SUPPLIED ENTRIES: Begin

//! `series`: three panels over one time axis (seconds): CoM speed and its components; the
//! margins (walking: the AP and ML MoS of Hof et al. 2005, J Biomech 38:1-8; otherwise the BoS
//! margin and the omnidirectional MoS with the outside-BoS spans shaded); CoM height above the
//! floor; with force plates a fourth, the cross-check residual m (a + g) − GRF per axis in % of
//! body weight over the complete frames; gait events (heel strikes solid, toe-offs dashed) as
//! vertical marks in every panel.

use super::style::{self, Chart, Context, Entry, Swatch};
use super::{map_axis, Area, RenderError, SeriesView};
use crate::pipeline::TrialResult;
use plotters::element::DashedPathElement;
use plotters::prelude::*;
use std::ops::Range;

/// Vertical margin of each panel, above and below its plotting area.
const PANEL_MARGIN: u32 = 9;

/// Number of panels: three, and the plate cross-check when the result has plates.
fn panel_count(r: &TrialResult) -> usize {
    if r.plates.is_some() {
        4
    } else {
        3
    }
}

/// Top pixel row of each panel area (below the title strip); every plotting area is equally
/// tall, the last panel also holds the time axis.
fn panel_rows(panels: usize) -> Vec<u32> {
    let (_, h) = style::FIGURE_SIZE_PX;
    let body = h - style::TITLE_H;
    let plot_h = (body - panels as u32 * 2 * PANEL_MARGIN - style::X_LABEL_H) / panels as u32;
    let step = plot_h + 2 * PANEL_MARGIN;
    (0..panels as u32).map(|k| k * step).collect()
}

SUPPLIED ENTRIES: End

> THE TASK: Print, exactly and only, the lines running from the one with "const PANEL_MARGIN: u32 = 9;" to the end of the data above.

> RESPONSE:
const PANEL_MARGIN: u32 = 9;

/// Number of panels: three, and the plate cross-check when the result has plates.
fn panel_count(r: &TrialResult) -> usize {
    if r.plates.is_some() {
        4
    } else {
        3
    }
}

/// Top pixel row of each panel area (below the title strip); every plotting area is equally
/// tall, the last panel also holds the time axis.
fn panel_rows(panels: usize) -> Vec<u32> {
    let (_, h) = style::FIGURE_SIZE_PX;
    let body = h - style::TITLE_H;
    let plot_h = (body - panels as u32 * 2 * PANEL_MARGIN - style::X_LABEL_H) / panels as u32;
    let step = plot_h + 2 * PANEL_MARGIN;
    (0..panels as u32).map(|k| k * step).collect()
}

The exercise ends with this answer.